===== MATERIAL FOR THIS EXERCISE =====
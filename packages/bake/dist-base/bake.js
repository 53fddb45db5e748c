/**
 * The async API: createBaker(options) -> Baker with bake(recipe), plan(recipe), lut() and close(). A bake
 * runs the stages lazily behind the content-hash cache: every artifact and intermediate has a key derived
 * from the input bytes, the recipe fields it depends on and its algorithm version, so an unchanged rebake
 * reads only the finished artifacts and a changed option recomputes only what depends on it. What a bake
 * makes is data (tables.ts): the stage and artifact tables that bake and plan both walk.
 */
import { join } from 'node:path';
import { initZstd } from '@lightkiln/codecs';
import { getSharedPool, WorkerPool } from '@lightkiln/pool';
import { EntryCache } from './cache/entry.js';
import { HttpStore, LayeredStore } from './cache/remote.js';
import { FolderStore, MemoryStore, pruneStore } from './cache/store.js';
import { aborted, invalidOption, LightkilnError, toLightkilnError } from './errors.js';
import { sha256Hex, sha256HexYielding } from './hash.js';
import { computeKeys, lutKeys, STAGE_VERSIONS } from './keys.js';
import { assembleManifest } from './manifest.js';
import { resolveLutOptions, resolveRecipe } from './recipe.js';
import { BakeRun, cachedDfg, cachedFile } from './run.js';
import { guardedContext } from './stages/context.js';
import { encodeDfgKtx2 } from './stages/encode.js';
import { readInputFiles } from './stages/source.js';
import { artifactRows, keyLabels, lutRow, planFromTables } from './tables.js';
import { checkOutputFolder, writeAtomically } from './write.js';
export class Baker {
    #pool;
    #ownsPool;
    #store;
    #options;
    #closed = false;
    constructor(options = {}) {
        if (options.threads !== undefined && (!Number.isInteger(options.threads) || options.threads < 0 || options.threads > 256)) {
            throw invalidOption('threads', 'must be an integer in 0..256', options.threads);
        }
        if (options.cacheMaxBytes !== undefined && !(options.cacheMaxBytes >= 0))
            throw invalidOption('cacheMaxBytes', 'must be a number >= 0', options.cacheMaxBytes);
        if (options.targetTileCost !== undefined && !(options.targetTileCost >= 1))
            throw invalidOption('targetTileCost', 'must be a number >= 1', options.targetTileCost);
        this.#options = options;
        if (options.pool !== undefined) {
            this.#pool = options.pool;
            this.#ownsPool = false;
        }
        else if (options.threads === 0) {
            this.#pool = new WorkerPool({ threads: 0 });
            this.#ownsPool = true;
        }
        else {
            this.#pool = getSharedPool(options.threads === undefined ? {} : { threads: options.threads });
            this.#ownsPool = false;
        }
        const cache = options.cache ?? '.lightkiln-cache';
        if (cache !== false && typeof cache !== 'string' && !isStore(cache))
            throw invalidOption('cache', 'must be a folder path, a CacheStore or false', cache);
        if (cache === '')
            throw invalidOption('cache', 'must be a non-empty folder path', cache);
        const base = cache === false ? null : typeof cache === 'string' ? new FolderStore(cache) : cache;
        if (options.remoteCache !== undefined) {
            if (typeof options.remoteCache !== 'string')
                throw invalidOption('remoteCache', 'must be an http(s) URL', typeof options.remoteCache);
            if (base === null)
                throw invalidOption('remoteCache', 'needs a local cache (cache is false)', options.remoteCache);
            let remote;
            try {
                remote = new HttpStore(options.remoteCache, { ...(options.remoteTimeoutMs !== undefined ? { timeoutMs: options.remoteTimeoutMs } : {}) });
            }
            catch (error) {
                throw new LightkilnError('INVALID_OPTION', `option "remoteCache": ${error instanceof Error ? error.message : String(error)}`);
            }
            this.#store = new LayeredStore(base, remote, { ...(options.onWarning !== undefined ? { onWarning: options.onWarning } : {}) });
        }
        else {
            this.#store = base;
        }
    }
    get threads() {
        return this.#pool.threads;
    }
    get store() {
        return this.#store;
    }
    async #prepare(raw) {
        if (this.#closed)
            throw new LightkilnError('INVALID_OPTION', 'the baker is closed');
        const recipe = resolveRecipe(raw);
        return { recipe, ...(await readAndHash(recipe, raw)) };
    }
    /** Reports what a bake of this recipe would read from the cache and what it would compute. */
    async plan(raw) {
        const { recipe, keys } = await this.#prepare(raw);
        const cache = new EntryCache(this.#store);
        const known = new Map();
        const allKeys = [keys.source, keys.pyramid, ...keys.levels, keys.sh, keys.irradianceCube, keys.dfg, ...artifactRows(recipe, keys).map((a) => a.key)];
        await Promise.all(allKeys.map(async (key) => known.set(key, await cache.has(key))));
        const { artifacts, stages } = planFromTables(recipe, keys, (key) => known.get(key) === true);
        return { probe: recipe.name, upToDate: artifacts.every((a) => a.cached), artifacts, stages };
    }
    /** Bakes every artifact of a recipe; with outDir, writes them atomically (nothing is written on failure). */
    async bake(raw, options = {}) {
        const started = performance.now();
        let progressFailure = () => undefined;
        // Work started before the input was read; stopped (and waited for) when the bake fails before it ends.
        const early = new AbortController();
        let earlyWork = null;
        try {
            if (typeof options !== 'object' || options === null)
                throw invalidOption('bake options', 'must be an object', options);
            if (options.signal?.aborted)
                throw aborted(options.signal.reason);
            if (this.#closed)
                throw new LightkilnError('INVALID_OPTION', 'the baker is closed');
            const recipe = resolveRecipe(raw);
            const outDir = options.outDir;
            if (outDir !== undefined && (typeof outDir !== 'string' || outDir === ''))
                throw invalidOption('outDir', 'must be a non-empty folder path', outDir);
            if (outDir !== undefined)
                checkOutputFolder(outDir, recipe.name);
            const cache = new EntryCache(this.#store);
            const guarded = guardedContext(this.#pool, options, this.#options.targetTileCost);
            progressFailure = guarded.failure;
            const ctx = { ...guarded.ctx, signal: guarded.ctx.signal === undefined ? early.signal : AbortSignal.any([guarded.ctx.signal, early.signal]) };
            const run = new BakeRun(recipe, cache, ctx);
            const emit = guarded.emit;
            run.emit = emit;
            // Cache events name their entry; the names are known once the input is hashed (earlier ones wait).
            let labels = null;
            const waiting = [];
            cache.onAccess = (key, hit) => {
                if (labels === null)
                    waiting.push([key, hit]);
                else
                    emit({ type: 'cache', entry: labels.get(key) ?? key, hit });
            };
            // The DFG table needs no input: its file starts now, so the workers have work while this thread
            // reads, hashes and decodes (the artifact table below gets the same build from run.file).
            if (recipe.dfg.enabled) {
                const row = lutRow(recipe, lutKeys(recipe.dfg, recipe.output.supercompression).lutFile);
                earlyWork = run.file(row.key, () => row.build(run, {}));
                earlyWork.catch(() => undefined);
            }
            const { inputs, inputHashes, keys } = await readAndHash(recipe, raw);
            run.attach(inputs, keys);
            labels = keyLabels(recipe, keys);
            for (const [key, hit] of waiting.splice(0))
                cache.onAccess(key, hit);
            const built = await this.#buildArtifacts(run, recipe, keys);
            if (options.signal?.aborted)
                throw aborted(options.signal.reason);
            const artifacts = built.files.map(({ row, file }) => ({
                kind: row.kind, name: row.name, path: outDir === undefined ? null : join(outDir, row.name), format: row.format(file.meta),
                bytes: file.bytes, sha256: sha256Hex(file.bytes), fromCache: file.fromCache,
            }));
            run.timings.total = performance.now() - started;
            const { specular, irradiance, lut } = built.results;
            const manifest = assembleManifest({
                recipe, inputs, inputHashes,
                levels: specular.meta.levels,
                sh: irradiance.meta,
                lutChannels: lut === undefined ? null : lut.meta.channels,
                artifacts: artifacts.map((a) => ({ kind: a.kind, path: a.name, format: a.format, byteLength: a.bytes.length, sha256: a.sha256 })),
                sanitized: specular.meta.sanitized,
                clampedToFormat: { specular: specular.meta.clamped, irradiance: irradiance.meta.clamped },
                timingsMs: run.timings,
                cache: cache.stats,
            });
            const manifestBytes = new TextEncoder().encode(`${JSON.stringify(manifest, null, 2)}\n`);
            artifacts.push({ kind: 'manifest', name: `${recipe.name}.probe.json`, path: outDir === undefined ? null : join(outDir, `${recipe.name}.probe.json`), format: 'json', bytes: manifestBytes, sha256: sha256Hex(manifestBytes), fromCache: false });
            const kept = outDir !== undefined ? writeAtomically(outDir, artifacts) : new Set();
            for (const a of artifacts)
                emit({ type: 'artifact', kind: a.kind, name: a.name, path: a.path, sha256: a.sha256, bytes: a.bytes.length, written: outDir !== undefined && !kept.has(a.name), fromCache: a.fromCache });
            if (this.#store !== null && this.#options.cacheMaxBytes !== undefined)
                await pruneStore(this.#store, this.#options.cacheMaxBytes);
            return { artifacts, manifest, cache: { ...cache.stats } };
        }
        catch (error) {
            if (earlyWork !== null) {
                early.abort();
                await earlyWork.catch(() => undefined);
            }
            throw toLightkilnError(progressFailure() ?? error);
        }
    }
    /**
     * Builds every artifact row: phase 1 side by side (the DFG table and the irradiance do not wait for the
     * specular chain; their pool jobs fill the threads the chain's last tiles leave idle), settled before
     * failing so no pool work outlives the bake; then phase 2 (views, contact sheet) in table order.
     */
    async #buildArtifacts(run, recipe, keys) {
        const rows = artifactRows(recipe, keys);
        const results = {};
        const build = (row) => run.file(row.key, () => row.build(run, results));
        const first = rows.filter((row) => row.phase === 1);
        const settled = await Promise.allSettled(first.map(build));
        const files = [];
        settled.forEach((outcome, i) => {
            if (outcome.status === 'rejected')
                throw outcome.reason;
            files.push({ row: first[i], file: outcome.value });
            Object.assign(results, { [first[i].kind]: outcome.value });
        });
        for (const row of rows.filter((r) => r.phase === 2))
            files.push({ row, file: await build(row) });
        return { files, results };
    }
    /**
     * Bakes the DFG lookup table alone (it does not depend on any input) as a KTX 2.0 file, through the
     * same cache as the probes.
     */
    async lut(options = {}, run = {}) {
        let progressFailure = () => undefined;
        try {
            if (this.#closed)
                throw new LightkilnError('INVALID_OPTION', 'the baker is closed');
            const { dfg, supercompression } = resolveLutOptions(options);
            const keys = lutKeys(dfg, supercompression);
            const cache = new EntryCache(this.#store);
            const guarded = guardedContext(this.#pool, run, this.#options.targetTileCost);
            progressFailure = guarded.failure;
            const ctx = guarded.ctx;
            const file = await cachedFile(cache, keys.lutFile, async () => {
                const table = await cachedDfg(cache, keys.dfg, dfg, ctx);
                if (supercompression === 'zstd')
                    await initZstd();
                return { bytes: encodeDfgKtx2(table, supercompression, dfg.samples), meta: { channels: [...table.channelNames] } };
            }, () => {
                if (ctx.signal?.aborted)
                    throw aborted(ctx.signal.reason);
            });
            return { kind: 'lut', name: 'dfg.ktx2', path: null, format: file.meta.channels.length === 2 ? 'ktx2/rg16f' : 'ktx2/rgba16f', bytes: file.bytes, sha256: sha256Hex(file.bytes), fromCache: file.fromCache };
        }
        catch (error) {
            throw toLightkilnError(progressFailure() ?? error);
        }
    }
    /** Ends the baker; closes its pool when it made one (the shared pool stays for other bakers). */
    async close() {
        if (this.#closed)
            return;
        this.#closed = true;
        if (this.#ownsPool)
            await this.#pool.close();
    }
}
function isStore(value) {
    if (typeof value !== 'object' || value === null)
        return false;
    const v = value;
    return ['has', 'get', 'put', 'delete', 'entries'].every((m) => typeof v[m] === 'function');
}
/** A baker bound to the shared pool and a cache. */
export function createBaker(options = {}) {
    return new Baker(options);
}
export { MemoryStore, FolderStore, STAGE_VERSIONS };
/** The recipe's input files, their SHA-256 and the bake's cache keys. */
async function readAndHash(recipe, raw) {
    const inputs = await readInputFiles(recipe, raw);
    const inputHashes = [];
    for (const input of inputs)
        inputHashes.push(await sha256HexYielding(input.bytes));
    const inputHash = inputs.length === 1 ? inputHashes[0] : sha256Hex(new TextEncoder().encode(inputHashes.join(',')));
    return { inputs, inputHashes, keys: computeKeys(recipe, inputHash) };
}
//# sourceMappingURL=bake.js.map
=====
# ASSIGNED TASK
Lines after the one containing "a key derived" are not part of the task. Output the entries exactly from their first line through that one.

# TASK SOLUTION
filename packages/bake/dist-base/bake.js
repository 53fddb45db5e748c
/**
 * The async API: createBaker(options) -> Baker with bake(recipe), plan(recipe), lut() and close(). A bake
 * runs the stages lazily behind the content-hash cache: every artifact and intermediate has a key derived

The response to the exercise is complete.